Agent Harness: Why the Wrapper Matters More Than the Foundation Model

A perspective on what's actually driving the AI revolution

When this whole AI thing kicked off in late 2022 — the time when chatgpt.com crushed the internet — this arena has been developing ever since. And it's been happening so fast that almost every month we keep hearing new terms. These terms actually depict that AI is not only about probability and non-deterministic stuff, but it definitely has knobs and steering which specify the speed and direction of this AI Ship or rather AGI Ship.

Well apart from this, one reason I think the development has been so fast — because it's a self-building tech. AI knows how to code and it uses that (basically humans use that) to increase its efficiency. It learns to code better and better — hence the development we have been seeing in this tech clearly hasn't happened ever at this pace.

What Is an Agent Harness?

Now coming back to the point of Agent Harness. In most simple words it's the set of algorithms, logics, infra that supports a foundational model — and makes it pretty much usable. In other words, the thing which we were calling an "AI WRAPPER" — the wrap around those foundational models — is called its harness, hence Agent Harness. And it's the wrapper itself which makes the model usable, approachable and integrates it in our daily system.
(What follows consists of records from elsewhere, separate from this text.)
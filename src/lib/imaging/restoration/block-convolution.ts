import type { FftBackend } from '../fft/backend';
import { nextPowerOfTwo } from '../fft/fast-size';

/**
 * A linear 2-D convolution of a real image with a small real kernel, described so that it can be
 * split into independent blocks:
 *
 *   out[i, j] = Σ_{a,b} kernel[a, b] · src[i + rowOffset + kh − 1 − a, j + colOffset + kw − 1 − b],
 *
 * where src outside its bounds is zero (`outside: 'zero'`) or periodic (`'wrap'`). With offsets 0 this
 * is the "valid" part of src ∗ kernel; with offsets −(kh − 1), −(kw − 1) and the flipped kernel it is
 * the "full" correlation, i.e. the adjoint.
 */
export interface ConvolutionJob {
	/** Float32 (SharedArrayBuffer-backed for the thread pool) or Float64 (always run on the calling thread). */
	src: Float32Array | Float64Array;
	srcRows: number;
	srcCols: number;
	out: Float32Array;
	outRows: number;
	outCols: number;
	rowOffset: number;
	colOffset: number;
	kernel: Float64Array;
	kernelRows: number;
	kernelCols: number;
	outside: 'zero' | 'wrap';
	/** FFT block edge (power of two), from {@link chooseBlockSize}. */
	blockSize: number;
}

/**
 * Block edge B (power of two) minimising the overlap-save cost per output pixel,
 * B²·(log₂B + 2) / ((B − kh + 1)(B − kw + 1)); the +2 stands for the per-element copy and multiply
 * passes. B stays at most 256 unless the kernel needs more, because the column pass of larger blocks
 * leaves the CPU cache (measured: 512² blocks cost about 1.5× more per point than 256², README.md).
 */
export function chooseBlockSize(kernelRows: number, kernelCols: number, outRows: number, outCols: number): number {
	const k = Math.max(kernelRows, kernelCols);
	const needed = Math.max(2, nextPowerOfTwo(Math.max(outRows + kernelRows - 1, outCols + kernelCols - 1)));
	const smallest = Math.max(16, nextPowerOfTwo(k + 1));
	const largest = Math.max(smallest, Math.min(needed, Math.max(256, nextPowerOfTwo(2 * k))));
	let best = 0;
	let bestCost = Infinity;
	for (let b = smallest; b <= largest; b *= 2) {
		const cost = (b * b * (Math.log2(b) + 2)) / ((b - kernelRows + 1) * (b - kernelCols + 1));
		if (cost < bestCost) {
			bestCost = cost;
			best = b;
		}
	}
	return best;
}

/** Number of output tiles and of tile pairs (two real tiles share one complex transform). */
export function tileLayout(job: ConvolutionJob): { tileRows: number; tileCols: number; across: number; count: number; pairs: number } {
	const tileRows = job.blockSize - job.kernelRows + 1;
	const tileCols = job.blockSize - job.kernelCols + 1;
	const across = Math.ceil(job.outCols / tileCols);
	const count = Math.ceil(job.outRows / tileRows) * across;
	return { tileRows, tileCols, across, count, pairs: Math.ceil(count / 2) };
}

/** Spectrum of the kernel placed at the top-left corner of a B×B block (interleaved complex). */
export function kernelBlockSpectrum(job: ConvolutionJob, backend: FftBackend): Float64Array {
	const b = job.blockSize;
	const spectrum = new Float64Array(2 * b * b);
	for (let a = 0; a < job.kernelRows; a++) {
		for (let c = 0; c < job.kernelCols; c++) spectrum[2 * (a * b + c)] = job.kernel[a * job.kernelCols + c];
	}
	backend.fft2(spectrum, b, b, false);
	return spectrum;
}

/** Validate a job's geometry before any block runs. */
export function assertConvolutionJob(job: ConvolutionJob): void {
	const { srcRows, srcCols, outRows, outCols, kernelRows, kernelCols, blockSize } = job;
	if (job.src.length !== srcRows * srcCols) throw new RangeError('convolution source size mismatch');
	if (job.out.length !== outRows * outCols) throw new RangeError('convolution output size mismatch');
	if (job.kernel.length !== kernelRows * kernelCols) throw new RangeError('convolution kernel size mismatch');
	if (blockSize < kernelRows || blockSize < kernelCols || (blockSize & (blockSize - 1)) !== 0) {
		throw new RangeError(`block size ${blockSize} must be a power of two ≥ the kernel size`);
	}
}

/**
 * Overlap-save convolution of tile pairs [firstPair, endPair): each B×B input block holds tile A in
 * the real and tile B in the imaginary part; since the kernel is real, one complex transform,
 * product and inverse convolve both, and the last (B − k + 1) rows/columns of each are exact linear
 * convolution values.
 * A backend with its own fused `convolvePairs` (PFFFT keeps the block in WASM memory) runs it instead.
 * @see A. V. Oppenheim, R. W. Schafer, Discrete-Time Signal Processing, 3rd ed., Pearson 2010,
 *   §8.7.3 (overlap-save); Press et al., Numerical Recipes, 3rd ed., §12.3.1 (two real FFTs at once).
 */
export function convolvePairs(
	job: ConvolutionJob,
	kernelSpectrum: Float64Array,
	backend: FftBackend,
	firstPair: number,
	endPair: number,
	block: Float64Array = new Float64Array(2 * job.blockSize * job.blockSize)
): void {
	if (backend.convolvePairs) {
		backend.convolvePairs(job, kernelSpectrum, firstPair, endPair);
		return;
	}
	const b = job.blockSize;
	const layout = tileLayout(job);
	for (let pair = firstPair; pair < endPair; pair++) {
		block.fill(0);
		const first = 2 * pair;
		gatherTile(job, layout, first, block, 0);
		if (first + 1 < layout.count) gatherTile(job, layout, first + 1, block, 1);
		backend.fft2(block, b, b, false);
		for (let p = 0; p < block.length; p += 2) {
			const xr = block[p];
			const xi = block[p + 1];
			const kr = kernelSpectrum[p];
			const ki = kernelSpectrum[p + 1];
			block[p] = xr * kr - xi * ki;
			block[p + 1] = xr * ki + xi * kr;
		}
		backend.fft2(block, b, b, true);
		scatterTile(job, layout, first, block, 0);
		if (first + 1 < layout.count) scatterTile(job, layout, first + 1, block, 1);
	}
}

/** Run a whole job on the calling thread. */
export function convolveSerial(job: ConvolutionJob, backend: FftBackend, kernelSpectrum = kernelBlockSpectrum(job, backend)): void {
	assertConvolutionJob(job);
	convolvePairs(job, kernelSpectrum, backend, 0, tileLayout(job).pairs);
}

/** Tile geometry of a job, from {@link tileLayout}. */
export type TileLayout = ReturnType<typeof tileLayout>;

/**
 * Copy the input block of `tile` into an interleaved complex B×B block starting at `offset` (0 for
 * the real parts, 1 for the imaginary parts, plus the block's start in a larger array). Values
 * outside a 'zero' source are skipped, so the block must be zero-filled first.
 */
export function gatherTile(job: ConvolutionJob, layout: TileLayout, tile: number, block: Float32Array | Float64Array, offset: number): void {
	const b = job.blockSize;
	const r0 = Math.floor(tile / layout.across) * layout.tileRows + job.rowOffset;
	const c0 = (tile % layout.across) * layout.tileCols + job.colOffset;
	const { src, srcRows, srcCols } = job;
	const wrap = job.outside === 'wrap';
	for (let u = 0; u < b; u++) {
		let r = r0 + u;
		if (wrap) r = ((r % srcRows) + srcRows) % srcRows;
		else if (r < 0 || r >= srcRows) continue;
		const rowBase = r * srcCols;
		const blockBase = 2 * u * b + offset;
		if (wrap) {
			// Column c0 + v wrapped into [0, srcCols), stepped instead of taking two remainders per value.
			let c = ((c0 % srcCols) + srcCols) % srcCols;
			for (let v = 0; v < b; v++) {
				block[blockBase + 2 * v] = src[rowBase + c];
				if (++c === srcCols) c = 0;
			}
		} else {
			const vStart = Math.max(0, -c0);
			const vEnd = Math.min(b, srcCols - c0);
			for (let v = vStart; v < vEnd; v++) block[blockBase + 2 * v] = src[rowBase + c0 + v];
		}
	}
}

/** Write the exact (last B − k + 1) rows/columns of a block, times `scale`, to the tile's place in the output. */
export function scatterTile(job: ConvolutionJob, layout: TileLayout, tile: number, block: Float32Array | Float64Array, offset: number, scale = 1): void {
	const b = job.blockSize;
	const r0 = Math.floor(tile / layout.across) * layout.tileRows;
	const c0 = (tile % layout.across) * layout.tileCols;
	const rows = Math.min(layout.tileRows, job.outRows - r0);
	const cols = Math.min(layout.tileCols, job.outCols - c0);
	const skipRows = job.kernelRows - 1;
	const skipCols = job.kernelCols - 1;
	for (let u = 0; u < rows; u++) {
		const outBase = (r0 + u) * job.outCols + c0;
		const blockBase = 2 * ((u + skipRows) * b + skipCols) + offset;
		for (let v = 0; v < cols; v++) job.out[outBase + v] = block[blockBase + 2 * v] * scale;
	}
}

/**
 * Run a job through the backend's thread pool when it has one and the buffers are shared,
 * otherwise on the calling thread. Both paths compute each block identically.
 */
export function convolve(job: ConvolutionJob, backend: FftBackend, kernelSpectrum?: Float64Array): void {
	assertConvolutionJob(job);
	const pool = backend.parallel;
	if (pool && isShared(job.src) && isShared(job.out)) pool.convolve(job);
	else convolveSerial(job, backend, kernelSpectrum);
}

function isShared(a: Float32Array | Float64Array): boolean {
	return typeof SharedArrayBuffer !== 'undefined' && a.buffer instanceof SharedArrayBuffer;
}
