import type { HalfSpectrum } from '../fft/real-fft';

/**
 * Large buffers and kernel transfer functions kept between calls on planes of the same size, such
 * as the channels of one image (restore() makes one per call and drops it at the end). Reuse
 * avoids re-allocating (and the OS re-zeroing) hundreds of MB per channel, and keeps garbage from
 * piling up before the collector runs, which set the peak memory of 24 MP RGB restorations.
 * Buffers handed out are NOT cleared: callers overwrite every element.
 */
export class Workspace {
	private readonly buffers = new Map<string, Float64Array>();
	private readonly spectra = new Map<string, HalfSpectrum>();

	/**
	 * A Float64Array of `length` under `key`, reused when the length matches.
	 * @param allocate makes a new buffer (e.g. a thread pool's shared memory). @default new Float64Array
	 */
	float64(key: string, length: number, allocate: (length: number) => Float64Array = (n) => new Float64Array(n)): Float64Array {
		const found = this.buffers.get(key);
		if (found?.length === length) return found;
		const fresh = allocate(length);
		this.buffers.set(key, fresh);
		return fresh;
	}

	/** The transfer function under `key` (grid size and backend), computed once. */
	spectrum(key: string, compute: () => HalfSpectrum): HalfSpectrum {
		let found = this.spectra.get(key);
		if (!found) this.spectra.set(key, (found = compute()));
		return found;
	}
}
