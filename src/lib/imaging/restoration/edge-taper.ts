import type { FftBackend } from '../fft/backend';
import { defaultFftBackend } from '../fft/default-backend';
import type { Plane } from '../types';
import { chooseBlockSize, convolve } from './block-convolution';

/**
 * 1-D taper weight β(d) at distance d from the nearest border of an axis of length n: the
 * normalised autocorrelation of the PSF projected on that axis, 1 at the border, 0 from the
 * kernel's extent inwards.
 */
function borderWeights(projection: Float64Array, n: number): Float64Array {
	const k = projection.length;
	const ac = new Float64Array(k);
	for (let lag = 0; lag < k; lag++) {
		let s = 0;
		for (let m = 0; m + lag < k; m++) s += projection[m] * projection[m + lag];
		ac[lag] = s;
	}
	const out = new Float64Array(n);
	for (let i = 0; i < n; i++) {
		const d = Math.min(i, n - 1 - i);
		out[i] = d < k ? ac[d] / ac[0] : 0;
	}
	return out;
}

/**
 * Edge taper: J = α·I + (1 − α)·(k ⊛ I), with k ⊛ I the circular blur and
 * α(y, x) = (1 − β_rows(y))·(1 − β_cols(x)), β the normalised autocorrelation of the PSF's
 * projection on each axis. Near the frame the image is replaced by its own circular blur, which is
 * continuous across the wrap-around, so FFT deconvolution does not ring from the frame edge.
 * @see S. J. Reeves, "Fast image restoration without boundary artifacts", IEEE Trans. Image
 *   Processing 14(10):1448–1453, 2005, doi:10.1109/TIP.2005.854474 (discussion of edge tapering);
 *   the weighting follows the widely used `edgetaper` construction (common practice, no source).
 */
export function edgeTaper(values: Float64Array | Float32Array, rows: number, cols: number, psf: Plane, backend: FftBackend = defaultFftBackend()): Float64Array {
	const [kh, kw] = psf.shape;
	if (values.length !== rows * cols) throw new RangeError(`buffer holds ${values.length} values, expected ${rows * cols}`);
	if (rows < kh || cols < kw) throw new RangeError(`image ${cols}×${rows} is smaller than the kernel ${kw}×${kh}`);
	const rowProjection = new Float64Array(kh);
	const colProjection = new Float64Array(kw);
	const kernel = new Float64Array(kh * kw);
	for (let a = 0; a < kh; a++) {
		for (let b = 0; b < kw; b++) {
			const v = psf.get(a, b);
			kernel[a * kw + b] = v;
			rowProjection[a] += v;
			colProjection[b] += v;
		}
	}
	const betaRows = borderWeights(rowProjection, rows);
	const betaCols = borderWeights(colProjection, cols);
	const src = Float32Array.from(values);
	const blurred = new Float32Array(rows * cols);
	convolve(
		{
			src,
			srcRows: rows,
			srcCols: cols,
			out: blurred,
			outRows: rows,
			outCols: cols,
			rowOffset: -((kh - 1) >> 1),
			colOffset: -((kw - 1) >> 1),
			kernel,
			kernelRows: kh,
			kernelCols: kw,
			outside: 'wrap',
			blockSize: chooseBlockSize(kh, kw, rows, cols)
		},
		backend
	);
	const out = new Float64Array(rows * cols);
	for (let i = 0; i < rows; i++) {
		const ar = 1 - betaRows[i];
		for (let j = 0; j < cols; j++) {
			const alpha = ar * (1 - betaCols[j]);
			const p = i * cols + j;
			out[p] = alpha * values[p] + (1 - alpha) * blurred[p];
		}
	}
	return out;
}
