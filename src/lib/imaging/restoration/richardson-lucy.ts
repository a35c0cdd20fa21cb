import type { FftBackend } from '../fft/backend';
import { defaultFftBackend } from '../fft/default-backend';
import { createPlane, planeValues, type Plane } from '../types';
import { chooseBlockSize, convolve, kernelBlockSpectrum, type ConvolutionJob } from './block-convolution';
import { edgeTaper } from './edge-taper';
import { tvDivergence } from './total-variation';

/** Options of {@link richardsonLucy}. */
export interface RichardsonLucyOptions {
	/** Maximum number of iterations. @default 30 */
	iterations?: number;
	/** Biggs–Andrews vector extrapolation. @default true */
	accelerate?: boolean;
	/** RL-TV regularisation weight λ (0 = plain RL); must stay below 0.25 so 1 − λ·div > 0. @default 0 */
	tv?: number;
	/** Stop when ‖x_k − x_{k−1}‖ / ‖x_{k−1}‖ falls below this (0: run all iterations). @default 1e-4 */
	relativeChange?: number;
	/**
	 * 'extended': unknown image on a domain one kernel larger than the photo, data term on the observed
	 * pixels only (Bertero & Boccacci 2005); 'taper': edge-tapered photo, periodic model;
	 * 'circular': periodic model. @default 'extended'
	 */
	boundary?: 'extended' | 'taper' | 'circular';
	/** Starting estimate on the photo's grid (clamped positive); @default flat at the photo's mean */
	initial?: Plane;
	fft?: FftBackend;
	/** Called after every iteration with (done, planned). */
	onProgress?: (done: number, total: number) => void;
	/** Checked before every iteration; an aborted signal throws its reason. */
	signal?: AbortSignal;
}

export interface RichardsonLucyResult {
	plane: Plane;
	iterationsRun: number;
	/** True when the relative-change rule ended the run before `iterations`. */
	stoppedEarly: boolean;
}

/** Weights Hᵀ1 below this are treated as unobserved: the estimate there is set to 0 (Bertero & Boccacci 2005, §3). */
const MIN_WEIGHT = 1e-4;
/** Model values below this do not divide the data (avoids 0/0 on black regions). */
const MIN_MODEL = 1e-12;
/** Starting values are kept at least this fraction of the mean: RL cannot revive an exact zero. */
const MIN_START = 1e-3;

/**
 * Richardson–Lucy deconvolution, x_{k+1} = x_k / Hᵀ1 · Hᵀ(y / H x_k), which keeps x ≥ 0 and
 * conserves flux (Σ Hᵀ1·x_{k+1} = Σ y).
 * - Acceleration: x_k is first extrapolated along the last step, y_k = x_k + α(x_k − x_{k−1}),
 *   α = Σ g_{k−1}·g_{k−2} / Σ g_{k−2}², clamped to [0, 1), g the last RL corrections.
 * - RL-TV: the divisor becomes Hᵀ1 − λ·div(∇x/|∇x|).
 * - Extended boundary: x lives on (H + kh − 1) × (W + kw − 1), H is the 'valid' convolution onto
 *   the observed pixels, so no periodicity or padding is assumed.
 * Convolutions run block-wise (overlap-save) with the kernel's block spectrum computed once.
 * @see W. H. Richardson, "Bayesian-Based Iterative Method of Image Restoration", JOSA 62(1):55–59,
 *   1972, doi:10.1364/JOSA.62.000055; L. B. Lucy, "An iterative technique for the rectification of
 *   observed distributions", Astronomical Journal 79:745–754, 1974, doi:10.1086/111605;
 *   D. S. C. Biggs, M. Andrews, "Acceleration of iterative image restoration algorithms", Applied
 *   Optics 36(8):1766–1775, 1997, doi:10.1364/AO.36.001766; N. Dey et al., Microscopy Research and
 *   Technique 69(4):260–266, 2006, doi:10.1002/jemt.20294; M. Bertero, P. Boccacci, "A simple method
 *   for the reduction of boundary effects in the Richardson-Lucy approach to image deconvolution",
 *   Astronomy & Astrophysics 437:369–374, 2005, doi:10.1051/0004-6361:20052717.
 * @throws RangeError for bad options, negative input values, or an image smaller than the kernel.
 */
export function richardsonLucy(plane: Plane, psf: Plane, opts: RichardsonLucyOptions = {}): RichardsonLucyResult {
	const iterations = opts.iterations ?? 30;
	const accelerate = opts.accelerate ?? true;
	const lambda = opts.tv ?? 0;
	const tolerance = opts.relativeChange ?? 1e-4;
	const boundary = opts.boundary ?? 'extended';
	const backend = opts.fft ?? defaultFftBackend();
	if (!Number.isInteger(iterations) || iterations < 0 || iterations > 10000) throw new RangeError(`iterations must be an integer in [0, 10000], got ${iterations}`);
	if (!(lambda >= 0 && lambda < 0.25)) throw new RangeError(`tv must lie in [0, 0.25), got ${lambda}`);
	if (!(tolerance >= 0) || !Number.isFinite(tolerance)) throw new RangeError(`relativeChange must be finite and ≥ 0, got ${tolerance}`);
	if (boundary !== 'extended' && boundary !== 'taper' && boundary !== 'circular') throw new RangeError(`unknown boundary ${String(boundary)}`);
	const [h, w] = plane.shape;
	const [kh, kw] = psf.shape;
	if (h < kh || w < kw) throw new RangeError(`image ${w}×${h} is smaller than the kernel ${kw}×${kh}`);
	if (opts.initial && (opts.initial.shape[0] !== h || opts.initial.shape[1] !== w)) throw new RangeError('initial estimate must have the image size');
	const observed = planeValues(plane);
	for (let i = 0; i < observed.length; i++) {
		if (!(observed[i] >= 0)) throw new RangeError(`Richardson–Lucy needs non-negative finite data, got ${observed[i]} at index ${i}`);
	}

	const extended = boundary === 'extended';
	const er = extended ? h + kh - 1 : h;
	const ec = extended ? w + kw - 1 : w;
	const top = extended ? (kh - 1) >> 1 : 0;
	const left = extended ? (kw - 1) >> 1 : 0;
	const alloc = (n: number) => backend.parallel?.allocate(n) ?? new Float32Array(n);

	const data = alloc(h * w);
	data.set(boundary === 'taper' ? Float32Array.from(edgeTaper(observed, h, w, psf, backend)) : observed);

	const kernel = new Float64Array(kh * kw);
	const flipped = new Float64Array(kh * kw);
	for (let a = 0; a < kh; a++) {
		for (let b = 0; b < kw; b++) {
			kernel[a * kw + b] = psf.get(a, b);
			flipped[(kh - 1 - a) * kw + (kw - 1 - b)] = psf.get(a, b);
		}
	}
	const estimate = alloc(er * ec);
	const model = alloc(h * w);
	const correction = alloc(er * ec);
	const offset = extended ? 0 : -((kh - 1) >> 1);
	const offsetCols = extended ? 0 : -((kw - 1) >> 1);
	const forward: ConvolutionJob = {
		src: estimate, srcRows: er, srcCols: ec, out: model, outRows: h, outCols: w,
		rowOffset: offset, colOffset: offsetCols, kernel, kernelRows: kh, kernelCols: kw,
		outside: extended ? 'zero' : 'wrap', blockSize: chooseBlockSize(kh, kw, h, w)
	};
	const adjoint: ConvolutionJob = {
		src: model, srcRows: h, srcCols: w, out: correction, outRows: er, outCols: ec,
		rowOffset: extended ? -(kh - 1) : offset, colOffset: extended ? -(kw - 1) : offsetCols,
		kernel: flipped, kernelRows: kh, kernelCols: kw,
		outside: extended ? 'zero' : 'wrap', blockSize: chooseBlockSize(kh, kw, er, ec)
	};
	const forwardSpectrum = backend.parallel ? undefined : kernelBlockSpectrum(forward, backend);
	const adjointSpectrum = backend.parallel ? undefined : kernelBlockSpectrum(adjoint, backend);

	// Hᵀ1: the share of each unknown pixel's light that reaches the observed frame.
	const weights = new Float32Array(er * ec);
	model.fill(1);
	convolve(adjoint, backend, adjointSpectrum);
	weights.set(correction);

	initialise(estimate, er, ec, top, left, data, h, w, opts.initial);
	for (let p = 0; p < estimate.length; p++) if (weights[p] < MIN_WEIGHT) estimate[p] = 0;

	const previous = accelerate ? new Float32Array(er * ec) : undefined;
	const step = accelerate ? new Float32Array(er * ec) : undefined;
	const lastStep = accelerate ? new Float32Array(er * ec) : undefined;
	const current = new Float32Array(er * ec);
	const divergence = lambda > 0 ? new Float32Array(er * ec) : undefined;
	const gx = lambda > 0 ? new Float32Array(er * ec) : undefined;
	const gy = lambda > 0 ? new Float32Array(er * ec) : undefined;

	let iterationsRun = 0;
	let stoppedEarly = false;
	for (let k = 0; k < iterations; k++) {
		opts.signal?.throwIfAborted();
		current.set(estimate);
		if (accelerate && previous && step && lastStep && k >= 2) {
			let num = 0;
			let den = 0;
			for (let p = 0; p < step.length; p++) {
				num += step[p] * lastStep[p];
				den += lastStep[p] * lastStep[p];
			}
			const alpha = den > 0 ? Math.min(Math.max(num / den, 0), 0.999) : 0;
			if (alpha > 0) {
				for (let p = 0; p < estimate.length; p++) {
					const v = current[p] + alpha * (current[p] - previous[p]);
					estimate[p] = v > 0 ? v : 0;
				}
			}
		}
		// estimate now holds the (possibly extrapolated) point y_k the RL step starts from.
		convolve(forward, backend, forwardSpectrum);
		for (let p = 0; p < model.length; p++) {
			const m = model[p];
			model[p] = m > MIN_MODEL ? data[p] / m : 0;
		}
		convolve(adjoint, backend, adjointSpectrum);
		if (divergence && gx && gy) tvDivergence(estimate, er, ec, divergence, gx, gy);
		let changeSq = 0;
		let normSq = 0;
		for (let p = 0; p < estimate.length; p++) {
			const wgt = weights[p];
			const start = estimate[p];
			let next = 0;
			if (wgt >= MIN_WEIGHT) {
				const divisor = divergence ? wgt - lambda * divergence[p] : wgt;
				next = divisor > 0 ? (start * correction[p]) / divisor : start;
			}
			if (step && lastStep) {
				lastStep[p] = step[p];
				step[p] = next - start;
			}
			const d = next - current[p];
			changeSq += d * d;
			normSq += current[p] * current[p];
			estimate[p] = next;
		}
		if (previous) previous.set(current);
		iterationsRun = k + 1;
		opts.onProgress?.(iterationsRun, iterations);
		if (tolerance > 0 && normSq > 0 && Math.sqrt(changeSq / normSq) < tolerance) {
			stoppedEarly = iterationsRun < iterations;
			break;
		}
	}
	const out = createPlane(h, w);
	for (let i = 0; i < h; i++) out.data.set(estimate.subarray((i + top) * ec + left, (i + top) * ec + left + w), i * w);
	return { plane: out, iterationsRun, stoppedEarly };
}

/** Flat start at the data mean, or the given estimate replicated outwards to the extended frame. */
function initialise(estimate: Float32Array, er: number, ec: number, top: number, left: number, data: Float32Array, h: number, w: number, initial?: Plane): void {
	let sum = 0;
	for (let p = 0; p < data.length; p++) sum += data[p];
	const mean = sum / data.length;
	const floor = Math.max(mean * MIN_START, 1e-12);
	if (!initial) {
		estimate.fill(Math.max(mean, floor));
		return;
	}
	const start = planeValues(initial);
	for (let i = 0; i < er; i++) {
		const si = Math.min(h - 1, Math.max(0, i - top));
		for (let j = 0; j < ec; j++) {
			const sj = Math.min(w - 1, Math.max(0, j - left));
			const v = start[si * w + sj];
			estimate[i * ec + j] = v > floor ? v : floor;
		}
	}
}
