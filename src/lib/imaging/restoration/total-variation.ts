/**
 * Divergence of the normalised gradient, div(∇u / |∇u|), of a rows×cols array: forward differences
 * for ∇u, backward differences for div (adjoint pair), |∇u| = √(u_x² + u_y² + ε²) so flat regions
 * give 0 instead of 0/0. This is the (negative) gradient of the total variation used by RL-TV.
 * @see L. I. Rudin, S. Osher, E. Fatemi, "Nonlinear total variation based noise removal algorithms",
 *   Physica D 60:259–268, 1992, doi:10.1016/0167-2789(92)90242-F;
 *   N. Dey et al., "Richardson–Lucy algorithm with total variation regularization for 3D confocal
 *   microscope deconvolution", Microscopy Research and Technique 69(4):260–266, 2006,
 *   doi:10.1002/jemt.20294.
 * @param out receives the divergence; gx, gy are scratch buffers of the same length.
 */
export function tvDivergence(u: Float32Array, rows: number, cols: number, out: Float32Array, gx: Float32Array, gy: Float32Array, epsilon = 1e-4): void {
	const e2 = epsilon * epsilon;
	for (let i = 0; i < rows; i++) {
		for (let j = 0; j < cols; j++) {
			const p = i * cols + j;
			const dx = j + 1 < cols ? u[p + 1] - u[p] : 0;
			const dy = i + 1 < rows ? u[p + cols] - u[p] : 0;
			const norm = Math.sqrt(dx * dx + dy * dy + e2);
			gx[p] = dx / norm;
			gy[p] = dy / norm;
		}
	}
	for (let i = 0; i < rows; i++) {
		for (let j = 0; j < cols; j++) {
			const p = i * cols + j;
			const ax = (j + 1 < cols ? gx[p] : 0) - (j > 0 ? gx[p - 1] : 0);
			const ay = (i + 1 < rows ? gy[p] : 0) - (i > 0 ? gy[p - cols] : 0);
			out[p] = ax + ay;
		}
	}
}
Claude Code: Harness in the Wild

Claude Code is a Harness. All have access to Anthropic's latest model (apart from Mythos), but nobody could have built a thing like Claude Code. Recently their source code (or what people are claiming it to be) got leaked, and showed all the feedback loops, retry methods, indexing pipeline, context engineering, tool calling which goes behind Claude Code.

OpenClaw and the OS Integration Play

In fact Clawdbot/OpenClaw is an agent harness. Peter didn't have any foundational model — he just made Clawdbot run through Anthropic APIs. He cracked the wrap around the model, which could help LLMs to deeply integrate within your system/OS — and that stepped the whole game up.

What Counts as Harness

Context Engineering, Prompt Engineering, RAG, MCP, Tools, Skills all come under Agent Harness. These all make a foundational model workable. In fact, all the models surfacing are more or less same on Benchmark — what differs is who cracks the Harness. Anthropic did it with Claude Code, OpenAI is trying it with Codex. Unless a model with a big leap in metrics — like Claude Mythos — comes out, Agent Harness will be the King.